Field                                         Data type Description Restrictions
biosample_id text The sequencing providers identifier for a sample. • Max length: 50
run_index text The sequencing provider's identifier for the position of a sample on a run. • Max length: 50
run_id text The unique identifier assigned to the run by the sequencing instrument. • Max length: 100
submitted_species choice The NCBI taxonomy id provided for the sample. • Choices: 1639, 28901, 562
year integer Year of sample collected if available or year of sample receipt otherwise.
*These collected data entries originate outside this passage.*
def test_empty_network_gives_empty_table():
    seg = fit_segments(network([]), step_um=1.0)
    assert tuple(seg) == SEGMENT_COLUMNS
    assert all(len(v) == 0 for v in seg.values())
    assert group_collinear(seg, max_offset_um=1.0).tolist() == []


# --- the σ model ---------------------------------------------------------------------------------


def _random_boundaries(n, grid, rng, ratio_range=(5.0, 100.0)):
    gen = np.random.default_rng(rng)
    angles = gen.uniform(0, 180, n)
    lengths = np.exp(gen.uniform(*np.log(ratio_range), n))
    chains = [
        digital_line(a, gen.uniform(0, 10, 2), length, grid=grid)
        for a, length in zip(angles, lengths, strict=True)
    ]
    seg = fit_segments(network(chains), step_um=1.0, grid=grid)
    assert len(seg["segment_id"]) == n  # a straight staircase is never split
    return angle_error_deg(seg["trace_angle_deg"], angles), seg


@pytest.mark.parametrize("grid", ["square", "hexagonal"])
def test_sigma_model_matches_rms_error_on_random_boundaries(grid):
    err, seg = _random_boundaries(2000, grid, 20260101)
    ratio = seg["length_um"]
    for lo, hi in ((5, 10), (10, 20), (20, 40), (40, 100)):
        m = (ratio >= lo) & (ratio < hi)
        rms_err = np.sqrt(np.mean(err[m] ** 2))
        rms_sigma = np.sqrt(np.mean(seg["trace_sigma_deg"][m] ** 2))
        assert_allclose(rms_err / rms_sigma, 1.0, rtol=0, atol=0.3)
        # Without the angle the averaged constant gives the same RMS.
        rms_any = np.sqrt(np.mean(trace_sigma_model_deg(ratio[m], 1.0, 0.0, 10, grid=grid) ** 2))
        assert_allclose(rms_err / rms_any, 1.0, rtol=0, atol=0.3)
    # Heavier tails than a normal law (module docstring: 0.8 % beyond 3σ), but bounded.
    beyond = np.mean(np.abs(err) > 3 * seg["trace_sigma_deg"])
    assert beyond < 0.02


def test_rms_error_against_published_simulation_square():
    # A published simulation whose source was not recorded (so: from memory): RMS angle
    # error of straight boundaries on square grids 1.6° at L/s = 10, 0.60° at 20, 0.15°
    # at 50. Computed here with the TLS fit on edge midpoints: 1.59°, 0.53°, 0.150° (this
    # test, 400 boundaries each); 1.62°, 0.57°, 0.148° with 1000 each (benchmarks/).
    gen = np.random.default_rng(1)
    for ratio, published in ((10, 1.6), (20, 0.60), (50, 0.15)):
        angles = gen.uniform(0, 180, 400)
        chains = [digital_line(a, gen.uniform(0, 10, 2), float(ratio)) for a in angles]
        seg = fit_segments(network(chains), step_um=1.0)
        rms = np.sqrt(np.mean(angle_error_deg(seg["trace_angle_deg"], angles) ** 2))
        assert_allclose(rms, published, rtol=0.3, atol=0)


def test_sigma_model_adds_roughness_beyond_the_staircase():
    # Points scattered about a line by a normal law of 0.8 steps: the excess residual
    # term must carry the RMS angle error (least-squares slope error, textbook).
    gen = np.random.default_rng(9)
    angles = gen.uniform(0, 180, 600)
    chains = []
    for a in angles:
        t = np.linspace(-15, 15, 40)
        theta = np.radians(a)
        pts = np.stack([t * np.cos(theta), t * np.sin(theta)], 1)
        chains.append(pts + gen.normal(0, 0.8, pts.shape) * [-np.sin(theta), np.cos(theta)])
    seg = fit_segments(network(chains), step_um=1.0, tolerance_um=10.0)
    err = angle_error_deg(seg["trace_angle_deg"], angles)
    rms_sigma = np.sqrt(np.mean(seg["trace_sigma_deg"] ** 2))
    assert_allclose(np.sqrt(np.mean(err**2)) / rms_sigma, 1.0, rtol=0, atol=0.3)
    clean = trace_sigma_model_deg(
        seg["length_um"], 1.0, 0.0, seg["n_edges"], angle_deg=seg["trace_angle_deg"]
    )
    assert np.all(seg["trace_sigma_deg"] > clean)


def test_sigma_model_scaling_and_special_values():
    # (s/L)^1.5: doubling L divides the quantisation term by 2^1.5; it depends on s/L only.
    a = trace_sigma_model_deg(10.0, 1.0, 0.0, 14)
    b = trace_sigma_model_deg(20.0, 1.0, 0.0, 28)
    assert_allclose(a / b, 2**1.5, rtol=1e-12, atol=0)
    assert_allclose(trace_sigma_model_deg(5.0, 0.5, 0.0, 14), a, rtol=1e-12, atol=0)
    assert np.isnan(trace_sigma_model_deg(0.0, 1.0, 0.0, 1))
    assert np.isnan(trace_sigma_model_deg(10.0, 1.0, 0.0, 14, angle_deg=np.nan))
    # Along a grid row the few steps dominate: larger σ than at a general angle.
    rows = trace_sigma_model_deg(30.0, 1.0, 0.0, 30, angle_deg=[0.0, 90.0, 20.0])
    assert rows[0] == rows[1] > rows[2]


# --- collinear pieces ----------------------------------------------------------------------------


def test_group_collinear_pieces_of_one_boundary():
    line = digital_line(33.0, (20, 20), 60.0)
    n = len(line)
    # A junction artefact removes three edges in the middle: two chains, one boundary.
    first, second = line[: n // 2 - 1], line[n // 2 + 2 :]
    t = np.array([np.cos(np.radians(33.0)), np.sin(np.radians(33.0))])
    normal = np.array([-t[1], t[0]])
    parallel = digital_line(33.0, np.array([20, 20]) + 6 * normal, 40.0)
    # Collinear, further along, but between other grains.
    other_pair = digital_line(33.0, np.array([20, 20]) + 60 * t, 30.0)
    crossing = digital_line(80.0, (20, 20), 30.0)
    net = network(
        [first, second, parallel, other_pair, crossing],
        pairs=[(1, 2), (2, 1), (1, 2), (1, 3), (1, 2)],
    )
    seg = fit_segments(net, step_um=1.0)
    groups = group_collinear(seg, max_offset_um=1.5)
    assert groups.tolist() == [0, 0, 1, 2, 3]


def test_group_collinear_keeps_nan_angles_apart():
    seg = fit_segments(network([np.array([[0.0, 0.5]]), np.array([[1.0, 0.5]])]), step_um=1.0)
    assert group_collinear(seg, max_offset_um=5.0).tolist() == [0, 1]


# --- bad input ------------------------------------------------------------------------------------


def test_bad_settings_raise():
    net = network([digital_line(10.0, (0, 0), 20.0)])
    with pytest.raises(SettingError, match="Expected `step_um` to be a finite number > 0"):
        fit_segments(net, step_um=0.0)
    with pytest.raises(SettingError, match="Expected `tolerance_um` to be a finite number > 0"):
        fit_segments(net, step_um=1.0, tolerance_um=-1.0)
    with pytest.raises(SettingError, match="Expected `min_length_um` to be a finite number >= 0"):
        fit_segments(net, step_um=1.0, min_length_um=np.nan)
    with pytest.raises(
        SettingError, match=r"Expected `grid` to be one of \('square', 'hexagonal'\)"
    ):
        fit_segments(net, step_um=1.0, grid="hex")
    with pytest.raises(SettingError, match="Expected `grid` to be one of"):
        trace_sigma_model_deg(10.0, 1.0, 0.0, 10, grid="triangular")
    with pytest.raises(SettingError, match="Expected `tolerance_um` to be a finite number > 0"):
        split_polyline([[0, 0], [1, 1]], 0.0)
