def test_an_entry_matches_the_boundary_that_crosses_not_a_segment_that_stops_short():
    """A fitted segment ending 0.7 µm short of the line is not the boundary seen there.

    Constructed case: boundary A (grains 1|2) stops 0.7 µm before the line at a triple
    junction; boundary B (grains 3|4) runs on and crosses it 0.6 µm further along. With
    the match tolerance of two 0.5 µm steps both fitted segments reach the entry, but only
    B's boundary meets the line (derived from the geometry of the case).
    """
    from types import SimpleNamespace

    def seg(ids, pairs, x0, y0, x1, y1):
        n = len(ids)
        return {
            "segment_id": np.array(ids),
            "grain_a": np.array([p[0] for p in pairs]),
            "grain_b": np.array([p[1] for p in pairs]),
            "x0_um": np.array(x0, float),
            "y0_um": np.array(y0, float),
            "x1_um": np.array(x1, float),
            "y1_um": np.array(y1, float),
            "trace_angle_deg": np.full(n, 90.0),
            "trace_sigma_deg": np.full(n, 0.5),
        }

    network = SimpleNamespace(
        offsets=np.array([0, 3, 6]),
        closed=np.array([False, False]),
        points_um=np.array(
            [[40.0, 80.0], [40.0, 60.0], [40.0, 50.7], [40.6, 20.0], [40.6, 40.0], [40.6, 50.7]]
        ),
        grain_a=np.array([1, 3]),
        grain_b=np.array([2, 4]),
    )
    record = CrossSection(
        line_sample=[[0.0, 50.0], [100.0, 50.0]],
        viewer_sample=[50.0, 30.0],
        tilt_deg=90.0,
        along_um=[40.5],
        image_angle_deg=[60.0],
        descends=["right"],
        angle_sigma_deg=[1.0],
    )
    both = seg([0, 1], [(1, 2), (3, 4)], [40.0, 40.6], [80.0, 20.0], [40.0, 40.6], [50.7, 50.6])
    crossings = network_crossings(network, record.line_sample)
    assert crossings["along_um"].tolist() == pytest.approx([40.6])
    options = {"step_um": 0.5, "bounds_um": (0.0, 0.0, 100.0, 100.0)}

    alone = measure_cross_section(record, both, **options)
    assert alone["status"].tolist() == ["ambiguous"]  # both segments reach the entry
    matched = measure_cross_section(record, both, crossings=crossings, **options)
    assert matched["status"].tolist() == ["measured"]
    assert matched["segment_id"].tolist() == [1]
    # The two boundaries meet 0.7 µm from the entry: a triple junction, flagged.
    junctions = network_junctions_um(network, options["bounds_um"], step_um=0.5)
    flagged = measure_cross_section(
        record, both, crossings=crossings, junctions_um=junctions, **options
    )
    assert flagged["status"].tolist() == ["near_junction"]

    # Only the short segment fitted: it used to be taken; now nothing is.
    short_only = seg([0], [(1, 2)], [40.0], [80.0], [40.0], [50.7])
    assert measure_cross_section(record, short_only, **options)["segment_id"].tolist() == [0]
    none = measure_cross_section(record, short_only, crossings=crossings, **options)
    assert none["status"].tolist() == ["unmatched"]


def test_a_lamella_moved_clear_of_itself_is_paired_by_its_centroid():
    # A 3-px lamella (grain 2, turned 60° about [111] as a Σ3 twin, from memory) in a
    # parent (grain 1); on the deeper map it sits 6 px aside: no pixel overlaps, so the
    # overlap floor alone leaves it out, and the centroid rule pairs it within the bound.
    from inclination.crystal.rotations import quat_from_axis_angle_deg

    def lamella(first_col):
        labels = np.ones((20, 40), np.int32)
        labels[:, first_col : first_col + 3] = 2
        cols = np.arange(first_col, first_col + 3)
        table = {
            "grain_id": np.array([1, 2]),
            "phase": np.array([1, 1]),
            "quat": np.stack([np.array([1.0, 0, 0, 0]), quat_from_axis_angle_deg([1, 1, 1], 60.0)]),
            "area_px": np.array([20 * 37, 20 * 3]),
            "centroid_x_um": np.array([19.5, cols.mean()]) * 1.0,
            "centroid_y_um": np.array([9.5, 9.5]),
            "touches_edge": np.array([1, 1]),
        }
        return GrainMap(labels, table, {}, 5.0, 4)

    given = Registration(0, 0, 0, 0, 0, "given")
    kw = {"step_um": 1.0, "laue_by_phase": {1: "m-3m"}}
    alone = match_grains(lamella(10), lamella(16), given, **kw)
    assert alone["deeper_grain"].tolist() == [1]
    both = match_grains(lamella(10), lamella(16), given, max_shift_um=8.0, **kw)
    assert both["deeper_grain"].tolist() == [1, 2]
    assert both["surface_grain"].tolist() == [1, 2]
    assert both["overlap_fraction"][1] == 0.0
    # Beyond the bound it stays unpaired.
    assert match_grains(lamella(10), lamella(16), given, max_shift_um=5.0, **kw)[
        "deeper_grain"
    ].tolist() == [1]
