from .._validation import (
    as_float_array,
    check_finite,
    check_last_axis,
    check_one_of,
    check_positive,
)
from ..crystal.rotations import quat_as_matrix
from .geometry import PlanePrediction, surface_geometry

__all__ = [
    "predict_planes",
    "trace_sigma_predicted_deg",
    "trace_tolerance_deg",
    "trace_deviation_deg",
    "chance_fit",
    "IDENTIFICATION_CLASSES",
    "identify",
    "candidates",
    "TwinTestSummary",
    "twin_test_summary",
]

# A first-order trace uncertainty cannot usefully exceed a right angle: the
# trace of a plane within a degree of the surface is unknown anyway.
_MAX_TRACE_SIGMA_DEG = 90.0


def predict_planes(quat, normals_crystal) -> PlanePrediction:
    """Predict the surface trace, dip and dip direction of crystal planes (§5).

    Parameters
    ----------
    quat : array_like, shape (N, 4) or (4,)
        Orientations ``g`` (sample to crystal, ``v_crystal = g @ v_sample``),
        unit quaternions, scalar first.
    normals_crystal : array_like, shape (M, 3)
        Plane normals in the crystal Cartesian frame C (any length, not zero);
        a normal and its negative give the same plane.

    Returns
    -------
    PlanePrediction
        Arrays of shape (N, M) (or (M,) for a single orientation); normals
        n_S = gᵀ n_C, signed n_z >= 0. Empty inputs give empty arrays.

    Examples
    --------
    >>> p = predict_planes([1.0, 0.0, 0.0, 0.0], [[1, 1, 1]])  # cube orientation, (111)
    >>> p.trace_angle_deg.round(6).tolist(), p.dip_deg.round(4).tolist()
    ([135.0], [54.7356])
    >>> p.dip_azimuth_deg.round(6).tolist(), p.has_trace.tolist()
    ([225.0], [True])
    """
    q = as_float_array(quat, "quat")
    check_last_axis(q, "quat", 4)
    if q.ndim > 2:
        raise ValueError(f"Expected `quat` to have shape (N, 4) or (4,), got {q.shape}.")
    check_finite(q, "quat")
    nc = as_float_array(normals_crystal, "normals_crystal")
    if nc.ndim != 2 or nc.shape[-1] != 3:
        raise ValueError(f"Expected `normals_crystal` to have shape (M, 3), got {nc.shape}.")
    check_finite(nc, "normals_crystal")
    length = np.linalg.norm(nc, axis=-1)
    if np.any(length == 0):
        row = int(np.flatnonzero(length == 0)[0])
        raise ValueError(
            f"Expected `normals_crystal` to be non-zero, got a zero vector at index ({row},)."
        )
    nc = nc / length[:, None]
    if q.size == 0:
        g = np.zeros(q.shape[:-1] + (3, 3))
    else:
        g = quat_as_matrix(q)
    # n_S = gᵀ n_C: the rows of g are the crystal axes written in S (§3).
    normal_sample = np.einsum("...ji,mj->...mi", g, nc)
    return surface_geometry(normal_sample)
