def test_truncation_check_finds_a_cut_label():
    """The page check itself, on a static page: a button too narrow for its text
    (cut with an ellipsis, as ipywidgets cuts descriptions) is listed, one that
    fits and one hidden are not."""
    from playwright.sync_api import sync_playwright

    page_html = """<div class="clusterlab-panel">
      <button style="width:60px;overflow:hidden;white-space:nowrap;text-overflow:ellipsis">export for transport</button>
      <button style="width:auto">fits</button>
      <div style="display:none"><button style="width:20px;overflow:hidden">hidden one</button></div>
      <label class="widget-label" style="display:inline-block;width:50px;overflow:hidden;white-space:nowrap">
        centroid within radius</label></div>"""
    with sync_playwright() as p:
        browser = p.chromium.launch(executable_path=CHROMIUM, args=CHROMIUM_ARGS, headless=True)
        try:
            page = browser.new_page(viewport=VIEWPORT)
            page.set_content(page_html)
            res = page.evaluate(TRUNCATED_JS)
        finally:
            browser.close()
    assert res["checked"] == 3  # the hidden button is skipped
    assert sorted(t["text"] for t in res["cut"]) == ["centroid within radius", "export for transport"]
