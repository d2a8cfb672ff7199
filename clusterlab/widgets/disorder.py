"""The static-disorder panel: sample site energies, look at their spread.

A thin layer over :func:`clusterlab.sample_sites`,
:func:`clusterlab.study.site_table` (a result store's sites),
:meth:`clusterlab.SiteSample.growth`, :mod:`clusterlab.stats` and
:mod:`clusterlab.study.plots`: it gathers settings, runs the sample in a
worker thread, and draws what the library computes (histogram with the
Gaussian fit and confidence intervals, mean and σ against radius, site
energies on the 3D film, the spatial correlation). For a film of two or more
species a "host:guest" tab shows :func:`clusterlab.study.doped.host_guest_overview`
(per-species table, trap depths, triplet confinement, ΔEST against the
torsion, state order). Export writes the table as CSV.
"""

from __future__ import annotations

import html
import os
import threading
import time
import traceback
from collections.abc import Mapping, Sequence
from typing import Any

import ipywidgets as widgets
import numpy as np
import numpy.typing as npt
import pandas as pd
import traitlets

from ..errors import InputError
from ..labels import quantity_name, shown_in_meV
from ..ranges import parse_frames, parse_radii
from ..stats import MIN_PAIRS_PER_BIN, correlation_note, disorder_stats, disorder_summary
from ..stats import spatial_correlation  # noqa: F401 - the kernel under site_correlation, kept importable here
from ..store import ResultStore
from ..study.doped import host_guest_overview, n_species
from ..study.plots import plot_correlation, plot_growth, plot_histogram, plot_torsion
from ..study.sample import SiteSample, choose_molecules, sample_sites, site_correlation, site_table
from ..export import export_study
from ._controls import Radii, format_radii, link_radii, make_view, row, species_dropdown
from ._jobs import BackgroundJob, count_text
from . import _style
from .calc import _TABLE_CSS, MethodControls, frame_html

__all__ = ["DisorderPanel"]
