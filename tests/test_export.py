"""Transport export: site and pair tables, couplings, rates, files.

Outside checks: a brute-force periodic pair search over images -1..1 written
here; the multipole expansion of the Coulomb coupling (exact); detailed
balance of the rates (physical law) with constants from scipy.constants;
the files read back by pyarrow and pandas directly; a random walk on a cubic
lattice (D = k a^2, textbook).
"""

from __future__ import annotations

import dataclasses

import json
import math

import MDAnalysis as mda
import numpy as np
import pandas as pd
import pyarrow.parquet as pq
import pytest
import scipy.constants as sc
from MDAnalysis.coordinates.memory import MemoryReader
from MDAnalysis.lib.mdamath import triclinic_vectors

from clusterlab import film_from_universe
from clusterlab.electrostatics.chargeset import StateChargeSet
from clusterlab.errors import InputError
from clusterlab.geometry import unwrap_over_frames
from clusterlab.study.filmmodel import film_site_energies
from clusterlab.transport import point_dipole_coupling, run_kmc
from clusterlab.export import (
    NO_SOURCE,
    column_info,
    export_study,
    film_model_input,
    graph_from_export,
    hopping_rates,
    pair_table,
    read_export,
    site_table,
    unwrapped_centroids,
    write_export,
)

from conftest import TIP3P_Q, build_water_universe, lattice_centres

KB_EV = sc.k / sc.e  # Boltzmann constant in eV/K (CODATA via scipy)
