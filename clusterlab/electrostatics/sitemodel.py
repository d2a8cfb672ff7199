"""Film-wide electrostatic site-energy model: every molecule of every frame.

The model
---------
For state X of molecule i (X in S1, T1, cation, anion) the **environment
shift** is the first-order electrostatic energy of the change of the
molecule's charge distribution on going from S0 to X, in the potential of the
environment's ground-state charges:

.. math:: \\Delta E_X(i) = \\sum_{a\\in i} (q^X_a - q^{S0}_a)\\, V_{env}(\\mathbf r_a),
   \\qquad V_{env}(\\mathbf r_a) = k_e \\sum_{(j,\\mathbf T)\\in env(i)}\\sum_{b\\in j}
   \\frac{q_b}{|\\mathbf r_a-\\mathbf r_b-\\mathbf T|}

with ``k_e`` = :data:`clusterlab.units.COULOMB_EV_A`. For the ions the shift
is the electrostatic energy of the extra (or missing) charge in the
environment: ``cation_shift_eV`` is the environment part of
E(cation) - E(neutral), i.e. the shift of the ionization energy;
``anion_shift_eV`` that of E(anion) - E(neutral), i.e. minus the shift of the
electron affinity (the columns ``IP_shift_eV`` and ``EA_shift_eV`` repeat
them with the sign convention of :mod:`clusterlab.qm.engine`).

Radius semantics are those of :meth:`clusterlab.Film.carve` (see
:mod:`clusterlab.carve`): whole molecule images join env(i) when any of
their atoms is within ``radius`` of any atom of i (``rule="atom"``) or when
their centroid is within ``radius`` of i's centroid (``rule="centroid"``).
Radii beyond half the box are **handled**, as carving does: every periodic
image that qualifies joins once, images of molecule i itself included.

Charges
-------
State charges come from a :class:`StateChargeSet`: per residue name, ESP
charges of S0, S1, T1, cation and anion (and S0->S1 transition charges),
fitted by :func:`clusterlab.electrostatics.statecharges.state_charges` on
reference copies of the molecule taken whole from the film. The environment's
ground-state charges are the film's charge source (``environment="film"``,
e.g. topology charges; what carving puts into clusters) or the fitted S0
charges (``environment="fitted"``).

Conformations
-------------
Charges are mapped onto every copy of a molecule type by atom correspondence
(atom order within the molecule); charges are scalars and need no rotation.
Conformational change is handled in three ways, none of them a refit per
geometry:

* **conformer families** (``StateChargeSet.from_film(..., n_conformers=k)``):
  reference copies chosen by farthest-point sampling in superposed RMSD; each
  copy in each frame takes the numbers of the reference it superposes best
  onto (:mod:`clusterlab.electrostatics.conformers`; columns ``conformer``,
  ``conformer_rmsd_A``). For the demo film's bithiophene: a syn-like and an
  anti-like reference.
* **symmetrized charges** (:meth:`StateChargeSet.symmetrized`): averaged over
  topologically equivalent atoms, which removes the part of a difference
  density that follows one copy's own thermal distortion.
* **an error estimate** (:func:`conformer_spread`): refits a few copies at
  their own geometries and reports how far their shifts move.

Second order (``model="charges+stark"`` and ``model="field"``)
----------------------------------------------------------------
A fixed set of difference charges gives only the first-order energy. In a
field F an excitation energy also changes by ``-1/2 F·Δα·F`` (Δα = alpha_X -
alpha_S0), which for a bright pi->pi* state of a conjugated molecule can
dominate: measured on the demo film (``bench/diagnose_s1.py``) the part of the
embedded-QM S1 shift that is even in the environment charges has three times
the spread of the odd part. The polarizability changes come from finite fields
with the QM engine itself (:mod:`clusterlab.electrostatics.stark`), per
conformer reference, turned into each copy's orientation by the superposition;
F is the uniform field that best reproduces the environment potential over the
molecule's atoms (least squares). ``"field"`` replaces the charges of the
neutral excitations by their whole finite-field response, ``-Δμ·F - 1/2
F·Δα·F``: its Δμ is an energy derivative (a relaxed dipole change), where
difference charges from unrelaxed TDA densities overstate it (2-4x on the demo
film). Both leave out the field's variation across the molecule beyond its
uniform part (and, for ``"field"``, every multipole above the dipole) and any
change of Δα with the copy's own distortion beyond its family.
data_steward choice Laboratory, organisation or agency that hold the data for the sample. • Choices: APHA, FSA, FSS, OTHER, PHS, PHW, SSSCDRL, UKHSA
source_type choice Source of the sample. • Choices: animal, animal_associated_environment, environment, food, food_associated_environment, human, human_associated_environment, missing, not_applicable, not_collected, not_provided, other, other_environment, restricted_access
country choice The country that the sample was collected in, using ISO-3166-1 alpha-2 codes (https://en.wikipedia.org/wiki/List_of_ISO_3166_country_codes), unless within United Kingdom. If so, use ISO-3166-2:GB (https://en.wikipedia.org/wiki/ISO_3166-2:GB). • Choices: GB, GB-ENG, GB-NIR, GB-SCT, GB-WLS
sample_purpose choice The purpose of the sample collection. • Choices: active_surveillance, not_applicable, not_collected, not_provided, other, outbreak_initiated_surveillance, outbreak_investigation, population_based_surveillance, research, restricted_access, routine_diagnostics, routine_surveillance

Optional fields

Field                                         Data type Description Restrictions
biosample_source_id text Unique identifier for an individual to permit multiple samples from the same individual to be linked. • Max length: 50
sample_accession text Sample accession number if sequence is publically available in SRA.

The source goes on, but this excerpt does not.